↓↓↓
import { describe, expect, it } from 'vitest';
import { AppError } from '../../src/app/app-error.ts';
import { importSurveys } from '../../src/app/actions/import-surveys.ts';
import { settleConflict } from '../../src/app/actions/settle-conflict.ts';
import { inventedSurvey, rawReading } from './invented-survey.ts';
import { pickedFile, plainServices } from './plain-services.ts';

type Services = ReturnType<typeof plainServices>;

async function survey({ store }: Services, id: string) {
  const stored = await store.load(id);
  return stored?.state === 'readable' ? stored.survey : stored;
}

describe('importing files', () => {
  it('stores the good ones, each whole, and tells what is wrong with the others', async () => {
    const services = plainServices();
    const files = [
      pickedFile('good.json', inventedSurvey('a')),
      pickedFile('not-json.json', '{ "format": '),
      pickedFile(
        'steep.json',
        inventedSurvey('b', { planes: [{ ...inventedSurvey().planes[0], surfaceTilt: 300 }] }),
      ),
      pickedFile('also-good.json', inventedSurvey('c')),
    ];
    await importSurveys(services, files);
    const results = services.state.imports.value;
    expect(results.map(({ file, outcome }) => [file, outcome])).toEqual([
      ['good.json', 'stored'],
      ['not-json.json', 'refused'],
      ['steep.json', 'refused'],
      ['also-good.json', 'stored'],
    ]);
    expect(results[2]).toMatchObject({ problems: [{ path: 'planes[0].surfaceTilt' }] });
    expect(services.state.surveys.value?.map(({ id }) => id)).toEqual(['a', 'c']);
    expect(services.state.busy.value).toBe(false);
    expect(services.timesKept()).toBe(1);
  });

  it('refuses a huge file without reading it', async () => {
    const services = plainServices();
    const unread = () => Promise.reject(new Error('was read'));
    await importSurveys(services, [{ name: 'photos.json', size: 100_000_000, text: unread }]);
    expect(services.state.imports.value).toMatchObject([{ outcome: 'refused' }]);
    expect(JSON.stringify(services.state.imports.value)).toContain('100 MB');
  });

  it('takes no further files while it is at work', async () => {
    const services = plainServices();
    const first = importSurveys(services, [pickedFile('a.json', inventedSurvey('a'))]);
    await expect(importSurveys(services, [])).rejects.toMatchObject({ code: 'import-running' });
    await first;
    expect(services.state.imports.value).toMatchObject([{ outcome: 'stored', id: 'a' }]);
  });

  it('tells of a file that cannot be read, and of a full device, and goes on', async () => {
    const services = plainServices();
    const create = services.store.create.bind(services.store);
    services.store.create = (given) =>
      given.id === 'full' ? Promise.reject(new AppError('storage-full')) : create(given);
    await importSurveys(services, [
      { name: 'gone.json', size: 1, text: () => Promise.reject(new Error('gone')) },
      pickedFile('full.json', inventedSurvey('full')),
      pickedFile('fits.json', inventedSurvey('fits')),
    ]);
    expect(services.state.imports.value).toMatchObject([
      { outcome: 'failed', code: 'file-unreadable' },
      { outcome: 'failed', code: 'storage-full' },
      { outcome: 'stored', id: 'fits' },
    ]);
  });
});

describe('a file whose survey is here already', () => {
  const changed = inventedSurvey('a', {
    title: 'Changed elsewhere',
    obstructions: inventedSurvey().obstructions,
  });

  async function conflicting(file = changed): Promise<Services> {
    const services = plainServices();
    await services.store.create(inventedSurvey('a'));
    await importSurveys(services, [pickedFile('again.json', file)]);
    expect(services.state.imports.value).toEqual([]);
    expect(services.state.conflicts.value).toMatchObject([
      { file: 'again.json', storedTitle: 'Mill lane 4, Nowhere' },
    ]);
    expect(await survey(services, 'a')).toEqual(inventedSurvey('a'));
    return services;
  }

  it('can be kept beside it under a new id', async () => {
    const services = await conflicting();
    await settleConflict(services, services.state.conflicts.value[0], 'keep-both');
    expect(await survey(services, 'a')).toEqual(inventedSurvey('a'));
    expect(await survey(services, 'new-1')).toEqual({ ...changed, id: 'new-1' });
    expect(services.state.conflicts.value).toEqual([]);
  });

  it('can replace it, and that can be taken back', async () => {
    const services = await conflicting();
    await settleConflict(services, services.state.conflicts.value[0], 'replace');
    expect(await survey(services, 'a')).toEqual(changed);
    await services.state.notice.value?.undo?.();
    expect(await survey(services, 'a')).toEqual(inventedSurvey('a'));
  });

  it('can be left out', async () => {
    const services = await conflicting();
    await settleConflict(services, services.state.conflicts.value[0], 'leave-out');
    expect(services.state.imports.value).toMatchObject([{ outcome: 'left-out' }]);
    expect(await survey(services, 'a')).toEqual(inventedSurvey('a'));
  });

  it('is told when the device refuses the replacement', async () => {
    const services = await conflicting(inventedSurvey('a', { readings: [rawReading('raw-1', 99)] }));
    services.store.applyChanges = () => Promise.reject(new AppError('reading-conflict'));
    await settleConflict(services, services.state.conflicts.value[0], 'replace');
    expect(services.state.imports.value).toMatchObject([{ outcome: 'failed', code: 'reading-conflict' }]);
    expect(services.state.notice.value).toBeNull();
  });

  it('brings a deleted survey back when it replaces it', async () => {
    const services = plainServices();
    await services.store.create(inventedSurvey('a'));
    await services.store.remove('a');
    await importSurveys(services, [pickedFile('again.json', changed)]);
    expect(services.state.conflicts.value[0].storedIsDeleted).toBe(true);
    await settleConflict(services, services.state.conflicts.value[0], 'replace');
    expect((await services.store.load('a'))?.deletedAt).toBeNull();
    await services.state.notice.value?.undo?.();
    expect((await services.store.load('a'))?.deletedAt).not.toBeNull();
  });
});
↑↑↑
→ **WHAT THE EXERCISE ASKS**
Return all the lines shown above, word for word.

→ **WRITTEN REPLY**
import { describe, expect, it } from 'vitest';
import { AppError } from '../../src/app/app-error.ts';
import { importSurveys } from '../../src/app/actions/import-surveys.ts';
import { settleConflict } from '../../src/app/actions/settle-conflict.ts';
import { inventedSurvey, rawReading } from './invented-survey.ts';
import { pickedFile, plainServices } from './plain-services.ts';

type Services = ReturnType<typeof plainServices>;

async function survey({ store }: Services, id: string) {
  const stored = await store.load(id);
  return stored?.state === 'readable' ? stored.survey : stored;
}

describe('importing files', () => {
  it('stores the good ones, each whole, and tells what is wrong with the others', async () => {
    const services = plainServices();
    const files = [
      pickedFile('good.json', inventedSurvey('a')),
      pickedFile('not-json.json', '{ "format": '),
      pickedFile(
        'steep.json',
        inventedSurvey('b', { planes: [{ ...inventedSurvey().planes[0], surfaceTilt: 300 }] }),
      ),
      pickedFile('also-good.json', inventedSurvey('c')),
    ];
    await importSurveys(services, files);
    const results = services.state.imports.value;
    expect(results.map(({ file, outcome }) => [file, outcome])).toEqual([
      ['good.json', 'stored'],
      ['not-json.json', 'refused'],
      ['steep.json', 'refused'],
      ['also-good.json', 'stored'],
    ]);
    expect(results[2]).toMatchObject({ problems: [{ path: 'planes[0].surfaceTilt' }] });
    expect(services.state.surveys.value?.map(({ id }) => id)).toEqual(['a', 'c']);
    expect(services.state.busy.value).toBe(false);
    expect(services.timesKept()).toBe(1);
  });

  it('refuses a huge file without reading it', async () => {
    const services = plainServices();
    const unread = () => Promise.reject(new Error('was read'));
    await importSurveys(services, [{ name: 'photos.json', size: 100_000_000, text: unread }]);
    expect(services.state.imports.value).toMatchObject([{ outcome: 'refused' }]);
    expect(JSON.stringify(services.state.imports.value)).toContain('100 MB');
  });

  it('takes no further files while it is at work', async () => {
    const services = plainServices();
    const first = importSurveys(services, [pickedFile('a.json', inventedSurvey('a'))]);
    await expect(importSurveys(services, [])).rejects.toMatchObject({ code: 'import-running' });
    await first;
    expect(services.state.imports.value).toMatchObject([{ outcome: 'stored', id: 'a' }]);
  });

  it('tells of a file that cannot be read, and of a full device, and goes on', async () => {
    const services = plainServices();
    const create = services.store.create.bind(services.store);
    services.store.create = (given) =>
      given.id === 'full' ? Promise.reject(new AppError('storage-full')) : create(given);
    await importSurveys(services, [
      { name: 'gone.json', size: 1, text: () => Promise.reject(new Error('gone')) },
      pickedFile('full.json', inventedSurvey('full')),
      pickedFile('fits.json', inventedSurvey('fits')),
    ]);
    expect(services.state.imports.value).toMatchObject([
      { outcome: 'failed', code: 'file-unreadable' },
      { outcome: 'failed', code: 'storage-full' },
      { outcome: 'stored', id: 'fits' },
    ]);
  });
});

describe('a file whose survey is here already', () => {
  const changed = inventedSurvey('a', {
    title: 'Changed elsewhere',
    obstructions: inventedSurvey().obstructions,
  });

  async function conflicting(file = changed): Promise<Services> {
    const services = plainServices();
    await services.store.create(inventedSurvey('a'));
    await importSurveys(services, [pickedFile('again.json', file)]);
    expect(services.state.imports.value).toEqual([]);
    expect(services.state.conflicts.value).toMatchObject([
      { file: 'again.json', storedTitle: 'Mill lane 4, Nowhere' },
    ]);
    expect(await survey(services, 'a')).toEqual(inventedSurvey('a'));
    return services;
  }

  it('can be kept beside it under a new id', async () => {
    const services = await conflicting();
    await settleConflict(services, services.state.conflicts.value[0], 'keep-both');
    expect(await survey(services, 'a')).toEqual(inventedSurvey('a'));
    expect(await survey(services, 'new-1')).toEqual({ ...changed, id: 'new-1' });
    expect(services.state.conflicts.value).toEqual([]);
  });

  it('can replace it, and that can be taken back', async () => {
    const services = await conflicting();
    await settleConflict(services, services.state.conflicts.value[0], 'replace');
    expect(await survey(services, 'a')).toEqual(changed);
    await services.state.notice.value?.undo?.();
    expect(await survey(services, 'a')).toEqual(inventedSurvey('a'));
  });

  it('can be left out', async () => {
    const services = await conflicting();
    await settleConflict(services, services.state.conflicts.value[0], 'leave-out');
    expect(services.state.imports.value).toMatchObject([{ outcome: 'left-out' }]);
    expect(await survey(services, 'a')).toEqual(inventedSurvey('a'));
  });

  it('is told when the device refuses the replacement', async () => {
    const services = await conflicting(inventedSurvey('a', { readings: [rawReading('raw-1', 99)] }));
    services.store.applyChanges = () => Promise.reject(new AppError('reading-conflict'));
    await settleConflict(services, services.state.conflicts.value[0], 'replace');
    expect(services.state.imports.value).toMatchObject([{ outcome: 'failed', code: 'reading-conflict' }]);
    expect(services.state.notice.value).toBeNull();
  });

  it('brings a deleted survey back when it replaces it', async () => {
    const services = plainServices();
    await services.store.create(inventedSurvey('a'));
    await services.store.remove('a');
    await importSurveys(services, [pickedFile('again.json', changed)]);
    expect(services.state.conflicts.value[0].storedIsDeleted).toBe(true);
    await settleConflict(services, services.state.conflicts.value[0], 'replace');
    expect((await services.store.load('a'))?.deletedAt).toBeNull();
    await services.state.notice.value?.undo?.();
    expect((await services.store.load('a'))?.deletedAt).not.toBeNull();
  });
});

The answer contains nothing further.